The average swing in the LD-v-Con seats is a modest 2.2 points from LD to Con, enough for the Conservatives to take seven seats. However, because the majorities and the swings aren’t evenly distributed there were actually ten seats where Ashcroft found the Conservatives ahead and three more (St Ives, North Cornwall and Torbay) where it’s too close to call). The line on the chart below is the swing needed for each Lib Dem seat to fall, the bars the swings recorded in the Ashcroft polling (when Ashcroft has done more than one poll in the same seat I’ve averaged them)
In the LD-v-Lab seats it is a different story, the average swing is a towering 12 points from LD to Lab, enough to win all the seats at a trot. Again, there is some variation from seat to seat, but this is only enough to save two of these seats – the once unassailable Old Southwark and Bermondsey, and Birmingham Yardley where John Hemming seems to be bucking the trend.
While national polls are never going to tell us too much about Lib Dem seat numbers, based on the Ashcroft polling The Lib Dems look set to loose around twenty seats in England and Wales, plus however many in Scotland (and given their dire performance in Scottish polls and the 2011 Holyrood elections that’s unlikely to be pretty). I think a fair assessment is that the Lib Dems start 2015 looking set to loose about half their seats at the election.
6) The SNP lost the war, but are winning the peace
Which brings us to Scotland. The aftermath of the referendum has been stark in terms of Westminster voting intention, with all polls since mid-October showing substantial SNP leads, ranging between 16 and 29 points. Thanks to the electoral system, if anything even nearly approaching this happens at the general election it will have a huge effect on seat numbers.

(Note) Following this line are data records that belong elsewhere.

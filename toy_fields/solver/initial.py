"""How a run starts: a mixed layer over a linear stratification, at rest but for small random motions.

"lagrangian_rest" starts from u = -us(z), so that the waves alone excite no inertial oscillation; "eulerian_rest" from
u = 0. The random temperature and velocity live in the mixed layer; the first projection makes the velocity solenoidal.
The random motions are smooth on the scale of a third of the mixed layer: white noise would be gone within minutes, before
a shear instability, which grows over an hour, could take hold of it.
"""

from __future__ import annotations

from dataclasses import dataclass
from typing import Literal

import numpy as np

from toy_fields.errors import ToyRequestError
from toy_fields.solver.forcing import Forcing
from toy_fields.solver.grid import Grid
from toy_fields.solver.state import State
from toy_fields.solver.transforms import HorizontalTransforms


@dataclass(frozen=True)
class Initial:
    """mixed_layer_depth [m], surface_temperature [degC], temperature_gradient below [K m-1, theta rises upward];
    velocity at rest in the Lagrangian or Eulerian mean; noise_velocity [m s-1], noise_temperature [K], seed;
    tracer_depth [m]: a passive tracer fills the water above it with 1 (None: no tracer)."""

    mixed_layer_depth: float
    surface_temperature: float = 16.0
    temperature_gradient: float = 0.01
    velocity: Literal["lagrangian_rest", "eulerian_rest"] = "lagrangian_rest"
    noise_velocity: float = 3.0e-3
    noise_temperature: float = 1.0e-3
    seed: int = 1
    tracer_depth: float | None = None

    def state(self, grid: Grid, forcing: Forcing, transforms: HorizontalTransforms) -> State:
        """The state at time 0; theta is a departure from surface_temperature."""
        if not 0 < self.mixed_layer_depth <= grid.depth:
            raise ToyRequestError(
                f"mixed_layer_depth = {self.mixed_layer_depth} m in a box {grid.depth} m deep: give a depth inside the box."
            )
        state = State.zeros(grid, self.tracer_depth is not None)
        state.theta[:, 0, 0] = -self.temperature_gradient * np.clip(-grid.z - self.mixed_layer_depth, 0.0, None)
        if self.velocity == "lagrangian_rest":
            us, vs = forcing.stokes(0.0, grid)
            state.u[:, 0, 0], state.v[:, 0, 0] = -us, -vs
        random = np.random.default_rng(self.seed)
        sizes = ((state.u, self.noise_velocity), (state.v, self.noise_velocity), (state.theta, self.noise_temperature))
        for values, size in sizes:
            values += size * self._smooth_noise(grid, transforms, random)
        if state.tracer is not None:
            state.tracer[:, 0, 0] = (-grid.z < self.tracer_depth).astype(float)
        return state

    def _smooth_noise(self, grid: Grid, transforms: HorizontalTransforms, random: np.random.Generator) -> np.ndarray:
        """Modes of a random field of zero horizontal mean and unit standard deviation in the mixed layer, 0 below."""
        scale = self.mixed_layer_depth / 6.0
        modes = transforms.to_modes(random.standard_normal((grid.nz, grid.ny, grid.nx)))
        modes *= np.exp(-0.5 * (grid.kx**2 + grid.ky**2) * scale**2)
        modes[:, 0, 0] = 0.0
        weights = np.exp(-0.5 * ((grid.z[:, None] - grid.z[None, :]) / scale) ** 2)
        inside = -grid.z < self.mixed_layer_depth
        modes = np.einsum("kl,lji->kji", weights * inside[:, None], modes)
        spread = float(np.std(transforms.to_physical(modes)[inside])) if inside.any() else 0.0
        return modes / spread if spread > 0 else modes
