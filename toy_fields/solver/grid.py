"""Where values live: a box periodic in x and y, uniform in z, with w on the faces between levels.

x, y: every variable at the same nx × ny points (derivatives are spectral). z: u, v and scalars at the nz cell centres,
w at the nz + 1 faces from bottom to surface. Fourier modes are kept below two thirds of the grid's limit and only those
are stored: an array of modes is (levels, ky, kx) with kx >= 0. Transforms stand in `transforms`.
"""

from __future__ import annotations

from dataclasses import dataclass
from functools import cached_property

import numpy as np

from toy_fields.errors import GridError


@dataclass(frozen=True)
class Grid:
    """nx, ny: even numbers of points (>= 6); nz: number of levels (>= 4); lengths and depth in m."""

    nx: int
    ny: int
    nz: int
    length_x: float
    length_y: float
    depth: float

    def __post_init__(self) -> None:
        for name, n in (("nx", self.nx), ("ny", self.ny)):
            if n % 2:
                raise GridError(f"{name} = {n} is odd: the horizontal transforms need an even number; use {n + 1}.")
            if n < 6:
                raise GridError(f"{name} = {n} leaves no mode after dealiasing: use 6 or more.")
        if self.nz < 4:
            raise GridError(f"nz = {self.nz}: use 4 or more levels.")
        for name, length in (("length_x", self.length_x), ("length_y", self.length_y), ("depth", self.depth)):
            if not (np.isfinite(length) and length > 0):
                raise GridError(f"{name} = {length} m: give a positive length.")

    @property
    def dx(self) -> float:
        """Spacing along x [m]."""
        return self.length_x / self.nx

    @property
    def dy(self) -> float:
        """Spacing along y [m]."""
        return self.length_y / self.ny

    @property
    def dz(self) -> float:
        """Thickness of a level [m]."""
        return self.depth / self.nz

    @cached_property
    def x(self) -> np.ndarray:
        """Points along x [m], (nx,)."""
        return (np.arange(self.nx) + 0.5) * self.dx

    @cached_property
    def y(self) -> np.ndarray:
        """Points along y [m], (ny,)."""
        return (np.arange(self.ny) + 0.5) * self.dy

    @cached_property
    def z(self) -> np.ndarray:
        """Cell centres [m], (nz,), deepest first, negative below the surface."""
        return -self.depth + (np.arange(self.nz) + 0.5) * self.dz

    @cached_property
    def z_face(self) -> np.ndarray:
        """Faces [m], (nz + 1,), from -depth to 0."""
        return -self.depth + np.arange(self.nz + 1) * self.dz

    @property
    def kept_x(self) -> int:
        """Number of kx kept: 0 ... kept_x - 1, all strictly below nx / 3."""
        return (self.nx + 2) // 3

    @property
    def kept_y(self) -> int:
        """Number of ky >= 0 kept; the negative ones are one fewer."""
        return (self.ny + 2) // 3

    @property
    def modes_shape(self) -> tuple[int, int]:
        """Shape (ky, kx) of one level of modes."""
        return 2 * self.kept_y - 1, self.kept_x

    @cached_property
    def kx(self) -> np.ndarray:
        """Wavenumbers along x [rad m-1], (1, kx)."""
        return (2 * np.pi / self.length_x * np.arange(self.kept_x))[None, :]

    @cached_property
    def ky(self) -> np.ndarray:
        """Wavenumbers along y [rad m-1], (ky, 1): 0 ... positive, then negative ones ascending to -1."""
        positive = np.arange(self.kept_y)
        negative = np.arange(-(self.kept_y - 1), 0)
        return (2 * np.pi / self.length_y * np.concatenate([positive, negative]))[:, None]

    @cached_property
    def filter_width(self) -> float:
        """Width of the smallest resolved eddy (dx' dy' dz)^(1/3) [m], dx' and dy' being those of the kept modes."""
        return float((1.5 * self.dx * 1.5 * self.dy * self.dz) ** (1.0 / 3.0))
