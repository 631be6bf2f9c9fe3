"""Requests the solver must refuse, each with a message that says what to do; NaN is never written."""

from __future__ import annotations

from pathlib import Path

import numpy as np
import pytest

from toy_fields.cases import case, changed
from toy_fields.errors import (
    FieldsNotFinite,
    GridError,
    ToyRequestError,
    UnresolvedStokesDepth,
    UnstableTimeStep,
)
from toy_fields.solver.forcing import Forcing, Ramp
from toy_fields.solver.grid import Grid
from toy_fields.solver.output import dataset
from toy_fields.solver.run import run, snapshot, start
from toy_fields.store import check_target, write_store

SMALL = {"nx": 12, "ny": 12, "nz": 24, "output_times": (60.0,)}


@pytest.mark.parametrize(("name", "value"), [("nx", 15), ("ny", 13), ("nx", 4), ("nz", 2)])
def test_odd_and_tiny_sizes(name: str, value: int) -> None:
    sizes = {"nx": 16, "ny": 16, "nz": 16} | {name: value}
    with pytest.raises(GridError, match=f"{name} = {value}.*use"):
        Grid(**sizes, length_x=10.0, length_y=10.0, depth=10.0)


def test_lengths() -> None:
    with pytest.raises(GridError, match="length_x"):
        Grid(8, 8, 8, -1.0, 10.0, 10.0)


def test_unresolved_stokes_depth_says_how_many_levels() -> None:
    # decay depth 1 / (2 k) = 0.5 m in levels of 2.5 m; three levels per decay depth in 60 m are 360
    with pytest.raises(UnresolvedStokesDepth, match="nz = 360"):
        changed(case("langmuir"), {"nz": 24, "stokes_wavenumber": 1.0})


def test_waves_need_a_wavenumber() -> None:
    with pytest.raises(ToyRequestError, match="wavenumber"):
        Forcing(surface_stokes_drift=Ramp.constant(0.05))


def test_fixed_time_step_beyond_the_limit() -> None:
    small = changed(case("langmuir"), {**SMALL, "time_step": 5000.0})
    with pytest.raises(UnstableTimeStep, match=r"5000 s.*the limit is.*leave the time step out"):
        list(run(small))


def test_courant_beyond_the_limit() -> None:
    with pytest.raises(UnstableTimeStep, match=r"0\.83"):
        start(changed(case("langmuir"), {**SMALL, "courant": 0.9}))


@pytest.mark.parametrize("name", ["u", "w", "theta"])
def test_a_value_that_is_not_finite_stops_the_run(name: str) -> None:
    stepper = start(changed(case("langmuir"), SMALL))
    getattr(stepper.state, name)[5, 1, 1] = np.nan
    with pytest.raises(FieldsNotFinite):
        for _ in range(3):
            stepper.step(10.0)
        snapshot(stepper, 16.0)


def test_nothing_is_written_with_nan(tmp_path: Path) -> None:
    small = changed(case("langmuir"), SMALL)
    fields = dataset(small, list(run(small)))
    fields["u"][0, 0, 0, 0] = np.nan
    with pytest.raises(FieldsNotFinite):
        write_store(fields, tmp_path / "a.zarr")
    assert list(tmp_path.iterdir()) == []


def test_an_existing_store_is_kept(tmp_path: Path) -> None:
    (tmp_path / "a.zarr").mkdir()
    small = changed(case("langmuir"), SMALL)
    with pytest.raises(ToyRequestError, match="--replace"):
        write_store(dataset(small, list(run(small))), tmp_path / "a.zarr")


def test_a_folder_that_is_no_store_is_never_removed(tmp_path: Path) -> None:
    (tmp_path / "thesis.zarr").mkdir()
    (tmp_path / "thesis.zarr" / "chapter.txt").write_text("text")
    with pytest.raises(ToyRequestError, match="no zarr store"):
        check_target(tmp_path / "thesis.zarr", replace=True)
    assert (tmp_path / "thesis.zarr" / "chapter.txt").exists()


@pytest.mark.parametrize(
    ("times", "values"), [((0.0, 0.0), (1.0, 2.0)), ((0.0,), (1.0, 2.0)), ((), ()), ((0.0,), (float("nan"),))]
)
def test_ramps_must_make_sense(times: tuple[float, ...], values: tuple[float, ...]) -> None:
    with pytest.raises(ToyRequestError, match="ramp"):
        Ramp(times, values)


def test_unknown_case_and_setting() -> None:
    with pytest.raises(ToyRequestError, match="langmuir, shear, convective"):
        case("calm")
    with pytest.raises(ToyRequestError, match="wind_speed"):
        changed(case("shear"), {"wind_speed": 10.0})


def test_mixed_layer_deeper_than_the_box() -> None:
    with pytest.raises(ToyRequestError, match="mixed_layer_depth"):
        start(changed(case("langmuir"), {**SMALL, "mixed_layer_depth": 90.0}))


def test_output_times_must_increase() -> None:
    with pytest.raises(ToyRequestError, match="output_times"):
        changed(case("langmuir"), {**SMALL, "output_times": (60.0, 30.0)})
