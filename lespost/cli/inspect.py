"""`lespost inspect PATH...`: what the files hold, what was recognised and why, what is missing, and a recipe that runs."""

from __future__ import annotations

import json
from pathlib import Path

import click


@click.command("inspect")
@click.argument("paths", nargs=-1, required=True, type=str)
@click.option("--write", "recipe", type=click.Path(path_type=Path), help="Save the proposed recipe under this name.")
@click.option("--force", is_flag=True, help="Let --write replace an existing file.")
@click.option("--json", "as_json", is_flag=True, help="Print one JSON object.")
def command(paths: tuple[str, ...], recipe: Path | None, force: bool, as_json: bool) -> None:
    """Say what the fields at PATHS hold, how sure that is, and what is missing.

    PATHS: files, zarr stores, folders or patterns of one run. The proposed recipe says explicitly what was recognised; it
    runs as it is where nothing is missing.
    """
    from lespost.errors import RequestError
    from lespost.pipeline.inspection import inspect_paths

    if recipe is not None and recipe.exists() and not force:
        raise RequestError(f"{recipe} exists; give another name, or --force to replace it.")
    found = inspect_paths(paths, recipe.parent if recipe is not None else Path.cwd())
    if recipe is not None:
        from lespost.engine.atomic import replace_file

        with replace_file(recipe) as part:
            part.write_text(found.recipe, encoding="utf-8")
    if as_json:
        click.echo(json.dumps({**found.to_dict(), "written": str(recipe) if recipe else None}, allow_nan=False))
    else:
        click.echo(found.text(recipe))
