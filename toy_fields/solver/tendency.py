"""The right-hand sides: divergence of the fluxes, Coriolis and Stokes-Coriolis, advection by and tilting of the Stokes
drift, buoyancy, and a sponge that absorbs internal waves above the floor. Everything but the fluxes is linear and is
done on modes.

The horizontal mean of the vertical equation only sets a hydrostatic pressure and is left out.
"""

from __future__ import annotations

from dataclasses import dataclass

import numba
import numpy as np

from toy_fields.solver.fluxes import momentum_fluxes, rates, scalar_fluxes
from toy_fields.solver.forcing import Forcing
from toy_fields.solver.grid import Grid
from toy_fields.solver.state import State
from toy_fields.solver.subgrid import Subgrid, eddy_viscosity
from toy_fields.solver.transforms import HorizontalTransforms


@dataclass(frozen=True)
class Rates:
    """What limits the time step: advective [s-1] (sum over axes of speed / spacing), viscosity [m2 s-1]."""

    advective: float
    viscosity: float


@numba.njit(cache=True, parallel=True)
def _momentum_tendency(
    u: np.ndarray, v: np.ndarray, w: np.ndarray, theta: np.ndarray,
    xx: np.ndarray, xy: np.ndarray, yy: np.ndarray, zz: np.ndarray, xz: np.ndarray, yz: np.ndarray,
    ikx: np.ndarray, iky: np.ndarray, us: np.ndarray, vs: np.ndarray, coriolis: float, buoyancy: float,
    sponge: np.ndarray, sponge_face: np.ndarray, dz: float,
    du: np.ndarray, dv: np.ndarray, dw: np.ndarray,
) -> None:
    nz, nky, nkx = u.shape
    for k in numba.prange(nz):
        us_z = 0.0
        vs_z = 0.0
        us_face = 0.0
        vs_face = 0.0
        if k > 0:
            us_z = (us[k] - us[k - 1]) / dz
            vs_z = (vs[k] - vs[k - 1]) / dz
            us_face = 0.5 * (us[k] + us[k - 1])
            vs_face = 0.5 * (vs[k] + vs[k - 1])
        for j in range(nky):
            for i in range(nkx):
                drift = ikx[i] * us[k] + iky[j] * vs[k] + sponge[k]
                if i == 0 and j == 0:
                    drift = 0.0j
                du[k, j, i] = (
                    -ikx[i] * xx[k, j, i] - iky[j] * xy[k, j, i] - (xz[k + 1, j, i] - xz[k, j, i]) / dz
                    + coriolis * v[k, j, i] - drift * u[k, j, i]
                )
                dv[k, j, i] = (
                    -ikx[i] * xy[k, j, i] - iky[j] * yy[k, j, i] - (yz[k + 1, j, i] - yz[k, j, i]) / dz
                    - coriolis * u[k, j, i] - drift * v[k, j, i]
                )
                if k > 0:
                    u_face = 0.5 * (u[k, j, i] + u[k - 1, j, i])
                    v_face = 0.5 * (v[k, j, i] + v[k - 1, j, i])
                    theta_face = 0.5 * (theta[k, j, i] + theta[k - 1, j, i])
                    dw[k, j, i] = (
                        -ikx[i] * xz[k, j, i] - iky[j] * yz[k, j, i] - (zz[k, j, i] - zz[k - 1, j, i]) / dz
                        + buoyancy * theta_face - us_z * u_face - vs_z * v_face
                        - (ikx[i] * us_face + iky[j] * vs_face + sponge_face[k]) * w[k, j, i]
                    )
        if k > 0:
            dw[k, 0, 0] = 0.0
        du[k, 0, 0] += coriolis * vs[k]
        dv[k, 0, 0] -= coriolis * us[k]


@numba.njit(cache=True, parallel=True)
def _scalar_tendency(
    scalar: np.ndarray, flux_x: np.ndarray, flux_y: np.ndarray, flux_z: np.ndarray,
    ikx: np.ndarray, iky: np.ndarray, us: np.ndarray, vs: np.ndarray, sponge: np.ndarray, dz: float,
    tendency: np.ndarray,
) -> None:
    nz, nky, nkx = scalar.shape
    for k in numba.prange(nz):
        for j in range(nky):
            for i in range(nkx):
                drift = ikx[i] * us[k] + iky[j] * vs[k] + sponge[k]
                if i == 0 and j == 0:
                    drift = 0.0j
                tendency[k, j, i] = (
                    -ikx[i] * flux_x[k, j, i] - iky[j] * flux_y[k, j, i]
                    - (flux_z[k + 1, j, i] - flux_z[k, j, i]) / dz - drift * scalar[k, j, i]
                )


class Equations:
    """The equations on one grid, with the arrays they work in. Not safe to use from two threads at once."""

    def __init__(
        self, grid: Grid, forcing: Forcing, subgrid: Subgrid, transforms: HorizontalTransforms,
        sponge_depth: float = 0.0, sponge_rate: float = 0.0, with_tracer: bool = False,
    ) -> None:
        """sponge_depth [m] above the floor, in which departures from the horizontal mean decay at up to sponge_rate [s-1]."""
        self.grid, self.forcing, self.subgrid, self.transforms = grid, forcing, subgrid, transforms
        self.ikx = 1j * grid.kx[0]
        self.iky = 1j * grid.ky[:, 0]
        self.length_squared = subgrid.mixing_length_squared(grid)
        self.sponge = _sponge(grid.z, grid.depth, sponge_depth, sponge_rate)
        self.sponge_face = _sponge(grid.z_face, grid.depth, sponge_depth, sponge_rate)
        scalars = ["theta", "tracer"] if with_tracer else ["theta"]
        self.scalars = scalars
        centres = ["u", "v", "u_x", "u_y", "v_x", "v_y", "xx", "xy", "yy", "zz", "nu"]
        faces = ["w", "w_x", "w_y", "xz", "yz"]
        for name in scalars:
            centres += [name, f"{name}_x", f"{name}_y", f"{name}_flux_x", f"{name}_flux_y"]
            faces += [f"{name}_flux_z"]
        self.physical = {name: transforms.empty_physical(grid.nz) for name in centres}
        self.physical |= {name: transforms.empty_physical(grid.nz + 1) for name in faces}
        products = ["xx", "xy", "yy", "zz"] + [f"{s}_flux_{axis}" for s in scalars for axis in "xy"]
        self.modes = {name: transforms.empty_modes(grid.nz) for name in products}
        self.modes |= {name: transforms.empty_modes(grid.nz + 1) for name in ["xz", "yz"] + [f"{s}_flux_z" for s in scalars]}
        self._level_advective = np.zeros(grid.nz)
        self._level_viscosity = np.zeros(grid.nz)

    def evaluate(self, state: State, time: float, tendency: State) -> None:
        """Fills `tendency` with d(state)/dt at `time`, pressure left out."""
        grid, physical, modes, forcing = self.grid, self.physical, self.modes, self.forcing
        self._to_physical(state)
        p = physical
        eddy_viscosity(
            p["u"], p["v"], p["w"], p["theta"], p["u_x"], p["u_y"], p["v_x"], p["v_y"], p["w_x"], p["w_y"],
            self.length_squared, self.subgrid.background_viscosity, self.subgrid.prandtl_number,
            forcing.buoyancy_coefficient(), grid.dz, p["nu"],
        )
        stress_u, stress_v = forcing.stress(time)
        momentum_fluxes(
            p["u"], p["v"], p["w"], p["u_x"], p["u_y"], p["v_x"], p["v_y"], p["w_x"], p["w_y"], p["nu"],
            stress_u, stress_v, grid.dz, p["xx"], p["xy"], p["yy"], p["zz"], p["xz"], p["yz"],
        )
        surface = {"theta": forcing.temperature_flux(time), "tracer": forcing.tracer_flux}
        for name in self.scalars:
            scalar_fluxes(
                p["u"], p["v"], p["w"], p[name], p[f"{name}_x"], p[f"{name}_y"], p["nu"],
                self.subgrid.prandtl_number, surface[name], grid.dz,
                p[f"{name}_flux_x"], p[f"{name}_flux_y"], p[f"{name}_flux_z"],
            )
        self.transforms.all_to_modes([(p[name], modes[name]) for name in modes])
        us, vs = forcing.stokes(time, grid)
        _momentum_tendency(
            state.u, state.v, state.w, state.theta,
            modes["xx"], modes["xy"], modes["yy"], modes["zz"], modes["xz"], modes["yz"],
            self.ikx, self.iky, us, vs, forcing.coriolis_parameter, forcing.buoyancy_coefficient(),
            self.sponge, self.sponge_face, grid.dz, tendency.u, tendency.v, tendency.w,
        )
        for name in self.scalars:
            _scalar_tendency(
                state.scalar(name), modes[f"{name}_flux_x"], modes[f"{name}_flux_y"], modes[f"{name}_flux_z"],
                self.ikx, self.iky, us, vs, self.sponge, grid.dz, tendency.scalar(name),
            )

    def rates(self, time: float) -> Rates:
        """What limits the time step, from the fields of the last `evaluate`; NaN where a field is not finite."""
        p = self.physical
        us, vs = self.forcing.stokes(time, self.grid)
        rates(
            p["u"], p["v"], p["w"], p["nu"], us, vs, self.grid.dx, self.grid.dy, self.grid.dz,
            self._level_advective, self._level_viscosity,
        )
        return Rates(float(np.max(self._level_advective)), float(np.max(self._level_viscosity)))

    def _to_physical(self, state: State) -> None:
        p, ikx, iky = self.physical, self.ikx, self.iky[:, None]
        pairs = [(state.u, p["u"]), (state.v, p["v"]), (state.w, p["w"])]
        velocities = {"u": state.u, "v": state.v, "w": state.w}
        for name, values in velocities.items():
            pairs += [(ikx * values, p[f"{name}_x"]), (iky * values, p[f"{name}_y"])]
        for name in self.scalars:
            values = state.scalar(name)
            pairs += [(values, p[name]), (ikx * values, p[f"{name}_x"]), (iky * values, p[f"{name}_y"])]
        self.transforms.all_to_physical(pairs)


def _sponge(z: np.ndarray, depth: float, sponge_depth: float, rate: float) -> np.ndarray:
    """Damping rate [s-1]: `rate` at the floor, falling as a squared ramp to 0 at sponge_depth above it."""
    if sponge_depth <= 0:
        return np.zeros_like(z)
    return rate * np.clip(1.0 - (z + depth) / sponge_depth, 0.0, None) ** 2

For the last thirty years the electoral system in Scotland has worked heavily in Labour’s favour – they have enjoyed around 40% of the vote in Scotland, the rest being split between the SNP, Lib Dems and Conservatives, who have all struggled to get more than a quarter of the vote. That has translated into a consistent block of forty-plus seats for Labour. If that flips round in other direction, with a large lead for the SNP, we can expect the electoral system to deliver a similar boon for the SNP. There are still many unknowns about the Scottish vote – the post-referendum SNP is a new development, we don’t know if it will last, nor do we really know how the vote will be distributed and how the SNP surge in support is distributed. The Ashcroft Scottish polling will at least tell us more on that front, at present we can only say that things looks very good for the SNP in Scotland, and very worrying for Labour.